Zunächst ist da die Familiengeschichte. Es ist eine scheinbar perfekte Nachkriegswelt, in die Nan Goldin als zweite Tochter in die geordneten Suburbs von Washington, D.C. 1953 hineingeboren wird. Doch ihre acht Jahre ältere Schwester Barbara nimmt sich 1964 das Leben, die kleine Schwester bleibt mit elf Jahren alleine mit ihren sprachlosen Eltern und dem Geheimnis um den Tod ihrer Schwester zurück, nicht ahnend, dass diese von ihren Eltern von einem Internat und von einer Psychiatrie in die nächste geschickt wurde, um ihr ihre Individualität und ihre Kreativität auszutreiben. Bereits mit 14 Jahren verlässt sie das Elternhaus und zieht mit Gleichgesinnten zusammen. Sie trifft auf Kreative und entdeckt ihre eigene Kreativität, die sie später als eine Art Auftrag von ihrer Schwester betrachtet. Die Fotografie führt sie zum Studium nach Boston, danach geht sie nach New York. Dort stößt sie Mitte der 1970er Jahre auf eine subkulturelle Explosion: Die New Wave beziehungsweise die radikalere New Yorker Version davon – die No Wave – versammelt die anderen Stimmen, die die Gesellschaft nicht hat austreiben können, von Musiker:innen, Künstler:innen und Filmemacher:innen des Underground. Nan Goldin widmet ihnen ihre Kunst, aber auch den Subkulturen von Schwulen, Lesben, Trans-Personen, Sexarbeiterinnen, Opfern körperlicher Misshandlungen oder an AIDS erkrankten Menschen. Fast alle Porträtierten stammen aus Nan Goldins persönlichem Umfeld, und so sind auch ihre Fotografien und ihre Diashows – zu den bekanntesten zählt „Die Ballade von der sexuellen Abhängigkeit“ (Originaltitel „The Ballad of Sexual Dependency“), entstanden zwischen 1978 und 1986 – immer eine Art Tagebuch ihres Lebens. Laura Poitras erzählt Nan Goldins Lebensgeschichte und zeigt, wie sich aus dem familiären Privaten ihre künstlerische Arbeit herausschält und im Folgenden von ihrer sozialen Familie nährt. Der Film zeigt auch, dass Nan Goldins Arbeiten trotz dieser privaten Bezüge immer politisch ist: Sie macht Minderheiten sichtbar und adressiert Themen der sozialen Ungerechtigkeit.

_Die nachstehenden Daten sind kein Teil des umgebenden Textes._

def data_dir() -> Path:
    """The folder holding the CSV tables: ``udfs/data`` inside an installed
    wheel, or ``data/`` at the top of a source checkout."""
    here = Path(__file__).resolve().parents[1]
    for candidate in (here / "data", here.parent / "data"):
        if (candidate / "half_reactions.csv").is_file():
            return candidate
    raise DataError("data", str(here), detail="reference tables not found; reinstall cellwright")


def _rows(name: str) -> Iterator[tuple[int, dict[str, str]]]:
    path = data_dir() / name
    with path.open(newline="", encoding="utf-8") as fh:
        for i, row in enumerate(csv.DictReader(fh), start=2):
            clean = {k.strip(): (v or "").strip() for k, v in row.items() if k is not None}
            if not clean.get("source"):
                raise DataError(f"{name} row {i}", clean, detail="has no source")
            yield i, clean


def _number(
    text: str, where: str, column: str, lo: float = -math.inf, hi: float = math.inf
) -> float:
    try:
        x = float(text)
    except ValueError:
        raise DataError(where, text, detail=f"{column} {text!r} is not a number") from None
    if not (math.isfinite(x) and lo <= x <= hi):
        raise DataError(where, x, detail=f"{column} {x} outside [{lo}, {hi}]")
    return x


@dataclass(frozen=True)
class Couple:
    """A redox couple of the catalogue (E0 in V vs SHE at 25 degC)."""

    id: str
    reaction: HalfReaction
    e0: float
    source: str
    de0dt: float | None = None  # V/K
    de0dt_source: str = ""
    note: str = ""

    @property
    def electrons(self) -> float:
        return self.reaction.electrons


@dataclass(frozen=True)
class SpeciesData:
    """Standard formation data at 298.15 K: kJ/mol, kJ/mol, J/(mol K)."""

    name: str
    dfH: float | None
    dfG: float | None
    S0: float | None
    source: str
    note: str = ""


@dataclass(frozen=True)
class Fact:
    value: str
    unit: str
    source: str
    note: str = ""


@dataclass(frozen=True)
class Cycling:
    """How an active material cycles, from its catalogue rows (mAh/g, V).

    ``first_charge_capacity`` is what the material takes up or gives up on the
    cell's first charge (a cathode is delithiated or desodiated, an anode
    lithiated or sodiated), per g of active material; the reversible capacity
    is that times ``first_cycle_efficiency``. Voltages are against
    ``reference`` (``Li/Li+``, ``Na/Na+``): the average on discharge and the
    usable window.
    """

    first_charge_capacity: float
    first_cycle_efficiency: float
    average_voltage: float
    voltage_min: float
    voltage_max: float
    reference: str

    @property
    def reversible_capacity(self) -> float:
        """mAh/g delivered on discharge and on later cycles: first charge x FCE."""
        return self.first_charge_capacity * self.first_cycle_efficiency

    @property
    def first_cycle_loss(self) -> float:
        """mAh/g lost on the first cycle (SEI, irreversible sites): first charge - reversible."""
        return self.first_charge_capacity - self.reversible_capacity


@dataclass(frozen=True)
class Recipe:
    """The usual coating of an electrode of one active material (dry mass
    fractions, calendered porosity, usual loading and thickness per side).

    ``binder`` lists binder materials with their share of ``binder_fraction``;
    ``carbon`` is the conductive carbon, ``foil`` the current collector.
    ``solids_density`` (g/cm^3, pore-free coating) is worked out from the
    catalogue densities of the components, counting any remainder
    1 - active - binder - carbon at the carbon's density.
    """

    material: str
    active_fraction: float
    binder_fraction: float
    carbon_fraction: float
    binder: tuple[tuple[str, float], ...]
    carbon: str
    foil: str
    porosity: float
    loading_mg_cm2: tuple[float, float]
    thickness_um: tuple[float, float]
    solids_density: float

    @property
    def other_fraction(self) -> float:
        """Mass fraction not named (additives), 1 - active - binder - carbon (>= 0)."""
        return max(1.0 - self.active_fraction - self.binder_fraction - self.carbon_fraction, 0.0)

    @property
    def coating_density(self) -> float:
        """g/cm^3 of the calendered coating: solids density x (1 - porosity)."""
        return self.solids_density * (1.0 - self.porosity)

    def thickness_for(self, loading_mg_cm2: float) -> float:
        """Coating thickness (um per side) of a loading (mg/cm^2 per side)."""
        return loading_mg_cm2 * 10.0 / self.coating_density


@dataclass(frozen=True)
class UnitCell:
    """A crystallographic unit cell: edges in angstrom, ``z`` formula units per cell."""

    system: str
    a: float
    b: float
    c: float
    z: float

    @property
    def volume_A3(self) -> float:
        if self.system == "hexagonal":
            return math.sqrt(3.0) / 2.0 * self.a**2 * self.c
        return self.a * self.b * self.c

    def density(self, molar_mass: float) -> float:
        """X-ray density, g/cm^3: Z M / (N_A V)."""
        return self.z * molar_mass / (AVOGADRO * self.volume_A3 * 1e-24)


@dataclass(frozen=True)
class Material:
    """An active or inactive material: named facts, each with its source, and
    for electrode materials the typed :class:`Cycling` and :class:`Recipe`."""

    name: str
    active: bool
    facts: Mapping[str, Fact] = field(default_factory=dict)
    aliases: tuple[str, ...] = ()
    cycling: Cycling | None = None
    recipe: Recipe | None = None
    unit_cell: UnitCell | None = None

    def get(self, prop: str) -> str:
        return self.facts[prop].value

    def number(self, prop: str) -> float:
        return float(self.facts[prop].value)

    @property
    def formula(self) -> Formula | None:
        return parse(self.facts["formula"].value, "formula") if "formula" in self.facts else None

    @property
    def role(self) -> str:
        key = "role" if self.active else "category"
        return self.facts[key].value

Nicht nur deswegen hat das Kunstmagazin „Monopol“ Nan Goldin im vergangenen Jahr zur weltweit einflussreichsten Künstlerin gewählt. Nan Goldins soziales Engagement führt direkt zu der dritten Ebene des Films, die auch wieder die Verbindung des Privaten mit dem Künstlerischen aufzeigt. Poitras begleitet Goldin in der jüngeren Gegenwart, in der sie sich gegen die Sackler Familie engagiert. Hier zeigt sich die Regisseurin am ehesten wie man sie bislang kannte – als investigative, politische Aktivistin. Denn Laura Poitras ist vor allem bekannt als die Filmemacherin, die als erstes neben Glenn Greenwald von Edward Snowden Zugriff auf seine geleakten Dokumente erhielt – sie hat 2014 auch die Oscar-prämierte Edward Snowden Dokumentation „Citizenfour“ gedreht. Schon seit ihrer Doku „Irak – Mein fremdes Land“ von 2006 gilt sie in den USA auf Grund ihrer investigativen Arbeit als terrorverdächtig. Die Sacklers galten Dank ihres Kultursponsorings für weltberühmte Museen und Bibliotheken hingegen lange als hoch angesehen. Mit ihrem Unternehmen Purdue Pharma sind sie wissentlich hauptverantwortlich für die Opioidkrise in den USA. Auch Nan Goldin bekam 2014 nach einer OP das aggressiv beworbene Purdue-Schmerzmittel Oxycontin verschrieben und wurde süchtig. Anders als viele andere Patient:innen überlebte sie und ging medienwirksam gegen die Sacklers vor. Sie organisierte Demos und Performances und hat so gemeinsam mit anderen Aktivist:innen erreicht, dass die größten Museen der Welt die Sacklers wieder ausladen. Auch das dokumentiert der spannende und vielschichtige Dokumentarfilm, mit dem Laura Poitras 2022 in Venedig den Hauptpreis gewonnen hat.